ABOUT THIS TASK: Your response should contain every record below, copied exactly.

RECORDS FOR PROCESSING:
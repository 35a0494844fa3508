"""Reading: log files (CSV, Parquet, a DataFrame) and their manifests into a validated `Scan`,
or a Parquet log in chunks (a `ScanStream`).

Modules, in the order data pass through them: :mod:`.timebase` (exact epochs),
:mod:`.histogram` (whole-log medians), :mod:`.unwrap`, :mod:`.turn_numbering` and
:mod:`.turn_counter` (unwrap angles, number turns, chunk by chunk), :mod:`.events` and
:mod:`.marks` (gaps, marks), :mod:`.manifest` (the TOML manifest), :mod:`.validate` (the checks),
:mod:`.columns` and :mod:`.arrow_columns` (choosing and parsing a table's columns),
:mod:`.csv_arrow` (CSV bytes, header and parser), :mod:`.scan` (the `Scan`), :mod:`.files`
(``read_scan``), :mod:`.stream` (``open_stream``).  The design is in ``docs/reading.md``.
"""
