// subsetMembership explains imputed sets (data.imputed) that keep other
// rows under the plan's subset than each other, or than the data file,
// because a subset condition reads a column the sets impute: a row whose
// value the data file misses is inside the subset in a set that imputes
// it above the limit and outside in another. Pooling needs the same rows
// in every set, and the data file cannot say whether such a row belongs
// (D30), so the subset must be applied to observed values before
// imputing, as data.missing: impute does (D32). It names the condition,
// its column and the first row that differs, with its line in the sets
// and in the data file. orig is the data file read under the subset
// (nil: compare the sets only); nil is returned when the rows differ
// otherwise, for the caller's own message.
func subsetMembership(a *Analysis, r Reading, sources []setSource, paths []string, sets []*data.Dataset, orig *data.Dataset) error {
	keep := r.Options.Keep
	if len(keep) == 0 {
		return nil
	}
	// Every row of each set, the subset not applied.
	all := make([][]int, len(sets))
	for k := range sets {
		o := sources[k].options
		o.Keep = o.Keep[len(keep):] // the stacked file's imputation number
		ds, err := data.Load(paths[k], o)
		if err != nil || k > 0 && ds.N != len(all[0]) {
			return nil
		}
		all[k] = ds.Lines
	}
	inside := func(k, j int) bool {
		_, ok := slices.BinarySearch(sets[k].Lines, all[k][j])
		return ok
	}
	// The data file's rows, the subset not applied (its lines, and
	// whether each is kept under the subset).
	var origLines []int
	{
		o := r.Options
		o.Refuse, o.KeepIncomplete, o.Keep = false, true, nil
		d, err := data.LoadFiles(a.Paths(), o)
		if err == nil && d.N == len(all[0]) {
			origLines = d.Lines
		}
	}
	first, other, differ := -1, 0, 0
	for j := range all[0] {
		k := 1
		for k < len(sets) && inside(k, j) == inside(0, j) {
			k++
		}
		origDiffers := false
		if k == len(sets) && orig != nil && origLines != nil {
			_, kept := slices.BinarySearch(orig.Lines, origLines[j])
			origDiffers = kept != inside(0, j)
		}
		if k == len(sets) && !origDiffers {
			continue
		}
		if differ++; first < 0 {
			first, other = j, k
		}
	}
	if first < 0 {
		return nil
	}
	j := first
	cellAt := func(path string, d data.Dialect, column string, line int) string {
		var cell string
		found := errors.New("found")
		_ = data.ColumnCells(path, d, column, func(l int, c string) error {
			if l == line {
				cell = c
				return found
			}
			return nil
		})
		return cell
	}
	dialect := r.Options.Dialect
	// The condition whose column the sets (or the set and the data file)
	// hold differently at that row.
	cond := keep[0]
	var setCell, otherCell, origCell string
	for _, c := range keep {
		setCell = cellAt(paths[0], dialect, c.Column, all[0][j])
		if other < len(sets) {
			otherCell = cellAt(paths[other], dialect, c.Column, all[other][j])
		}
		if origLines != nil {
			origCell = cellAt(a.Paths()[0], dialect, c.Column, origLines[j])
		}
		if other < len(sets) && setCell != otherCell || other == len(sets) && setCell != origCell {
			cond = c
			break
		}
	}
	side := func(in bool) string {
		if in {
			return "inside the subset"
		}
		return "outside the subset"
	}
	where := func(k int) string {
		return fmt.Sprintf("%s line %d", sources[k].name, all[k][j])
	}
	var what string
	if other < len(sets) {
		what = fmt.Sprintf("the row at %s in imputed set 1 has %s %s there, %s, and at %s in imputed set %d it has %s, %s",
			where(0), cond.Column, strconv.Quote(setCell), side(inside(0, j)), where(other), other+1, strconv.Quote(otherCell), side(inside(other, j)))
	} else {
		what = fmt.Sprintf("the row at %s in every imputed set has %s %s there, %s", where(0), cond.Column, strconv.Quote(setCell), side(inside(0, j)))
	}
	if origLines != nil {
		what += fmt.Sprintf("; the data file %s, line %d, has %s there", a.DataFile, origLines[j], strconv.Quote(origCell))
		if other == len(sets) {
			what += ": a missing value leaves the row's membership of the subset unknown, and the data file's rows under the subset leave it out"
		}
	}
	more := ""
	if differ > 1 {
		more = fmt.Sprintf(" (%d rows in all differ so)", differ)
	}
	key := cond.Key
	if key == "" {
		key = "subset"
	}
	return fmt.Errorf("%s: data.imputed: the subset condition %s (%s) reads column %q, which the imputed sets fill in: %s%s. A subset on an imputed column would analyse different people in different sets (and others than the data file's rows under the subset), which pooling cannot combine. Apply the subset to observed values before imputing: leave out the rows outside it, and those whose %s is missing, and make the imputed sets again from the rows that remain (as data.missing: impute does, dropping rows whose membership of the subset is unknown), or subset on a column observed in every row",
		a.Source, cond.String(), key, cond.Column, what, more, cond.Column)
}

COMPLETED EXERCISE:
repository 35a0494844fa3508
"""Reading: log files (CSV, Parquet, a DataFrame) and their manifests into a validated `Scan`,
or a Parquet log in chunks (a `ScanStream`).

Modules, in the order data pass through them: :mod:`.timebase` (exact epochs),
:mod:`.histogram` (whole-log medians), :mod:`.unwrap`, :mod:`.turn_numbering` and
:mod:`.turn_counter` (unwrap angles, number turns, chunk by chunk), :mod:`.events` and
:mod:`.marks` (gaps, marks), :mod:`.manifest` (the TOML manifest), :mod:`.validate` (the checks),
:mod:`.columns` and :mod:`.arrow_columns` (choosing and parsing a table's columns),
:mod:`.csv_arrow` (CSV bytes, header and parser), :mod:`.scan` (the `Scan`), :mod:`.files`
(``read_scan``), :mod:`.stream` (``open_stream``).  The design is in ``docs/reading.md``.
"""
// subsetMembership explains imputed sets (data.imputed) that keep other
// rows under the plan's subset than each other, or than the data file,
// because a subset condition reads a column the sets impute: a row whose
// value the data file misses is inside the subset in a set that imputes
// it above the limit and outside in another. Pooling needs the same rows
// in every set, and the data file cannot say whether such a row belongs
// (D30), so the subset must be applied to observed values before
// imputing, as data.missing: impute does (D32). It names the condition,
// its column and the first row that differs, with its line in the sets
// and in the data file. orig is the data file read under the subset
// (nil: compare the sets only); nil is returned when the rows differ
// otherwise, for the caller's own message.
func subsetMembership(a *Analysis, r Reading, sources []setSource, paths []string, sets []*data.Dataset, orig *data.Dataset) error {
	keep := r.Options.Keep
	if len(keep) == 0 {
		return nil
	}
	// Every row of each set, the subset not applied.
	all := make([][]int, len(sets))
	for k := range sets {
		o := sources[k].options
		o.Keep = o.Keep[len(keep):] // the stacked file's imputation number
		ds, err := data.Load(paths[k], o)
		if err != nil || k > 0 && ds.N != len(all[0]) {
			return nil
		}
		all[k] = ds.Lines
	}
	inside := func(k, j int) bool {
		_, ok := slices.BinarySearch(sets[k].Lines, all[k][j])
		return ok
	}
	// The data file's rows, the subset not applied (its lines, and
	// whether each is kept under the subset).
	var origLines []int
	{
		o := r.Options
		o.Refuse, o.KeepIncomplete, o.Keep = false, true, nil
		d, err := data.LoadFiles(a.Paths(), o)
		if err == nil && d.N == len(all[0]) {
			origLines = d.Lines
		}
	}
	first, other, differ := -1, 0, 0
	for j := range all[0] {
		k := 1
		for k < len(sets) && inside(k, j) == inside(0, j) {
			k++
		}
		origDiffers := false
		if k == len(sets) && orig != nil && origLines != nil {
			_, kept := slices.BinarySearch(orig.Lines, origLines[j])
			origDiffers = kept != inside(0, j)
		}
		if k == len(sets) && !origDiffers {
			continue
		}
		if differ++; first < 0 {
			first, other = j, k
		}
	}
	if first < 0 {
		return nil
	}
	j := first
	cellAt := func(path string, d data.Dialect, column string, line int) string {
		var cell string
		found := errors.New("found")
		_ = data.ColumnCells(path, d, column, func(l int, c string) error {
			if l == line {
				cell = c
				return found
			}
			return nil
		})
		return cell
	}
	dialect := r.Options.Dialect
	// The condition whose column the sets (or the set and the data file)
	// hold differently at that row.
	cond := keep[0]
	var setCell, otherCell, origCell string
	for _, c := range keep {
		setCell = cellAt(paths[0], dialect, c.Column, all[0][j])
		if other < len(sets) {
			otherCell = cellAt(paths[other], dialect, c.Column, all[other][j])
		}
		if origLines != nil {
			origCell = cellAt(a.Paths()[0], dialect, c.Column, origLines[j])
		}
		if other < len(sets) && setCell != otherCell || other == len(sets) && setCell != origCell {
			cond = c
			break
		}
	}
	side := func(in bool) string {
		if in {
			return "inside the subset"
		}
		return "outside the subset"
	}
	where := func(k int) string {
		return fmt.Sprintf("%s line %d", sources[k].name, all[k][j])
	}
	var what string
	if other < len(sets) {
		what = fmt.Sprintf("the row at %s in imputed set 1 has %s %s there, %s, and at %s in imputed set %d it has %s, %s",
			where(0), cond.Column, strconv.Quote(setCell), side(inside(0, j)), where(other), other+1, strconv.Quote(otherCell), side(inside(other, j)))
	} else {
		what = fmt.Sprintf("the row at %s in every imputed set has %s %s there, %s", where(0), cond.Column, strconv.Quote(setCell), side(inside(0, j)))
	}
	if origLines != nil {
		what += fmt.Sprintf("; the data file %s, line %d, has %s there", a.DataFile, origLines[j], strconv.Quote(origCell))
		if other == len(sets) {
			what += ": a missing value leaves the row's membership of the subset unknown, and the data file's rows under the subset leave it out"
		}
	}
	more := ""
	if differ > 1 {
		more = fmt.Sprintf(" (%d rows in all differ so)", differ)
	}
	key := cond.Key
	if key == "" {
		key = "subset"
	}
	return fmt.Errorf("%s: data.imputed: the subset condition %s (%s) reads column %q, which the imputed sets fill in: %s%s. A subset on an imputed column would analyse different people in different sets (and others than the data file's rows under the subset), which pooling cannot combine. Apply the subset to observed values before imputing: leave out the rows outside it, and those whose %s is missing, and make the imputed sets again from the rows that remain (as data.missing: impute does, dropping rows whose membership of the subset is unknown), or subset on a column observed in every row",
		a.Source, cond.String(), key, cond.Column, what, more, cond.Column)
}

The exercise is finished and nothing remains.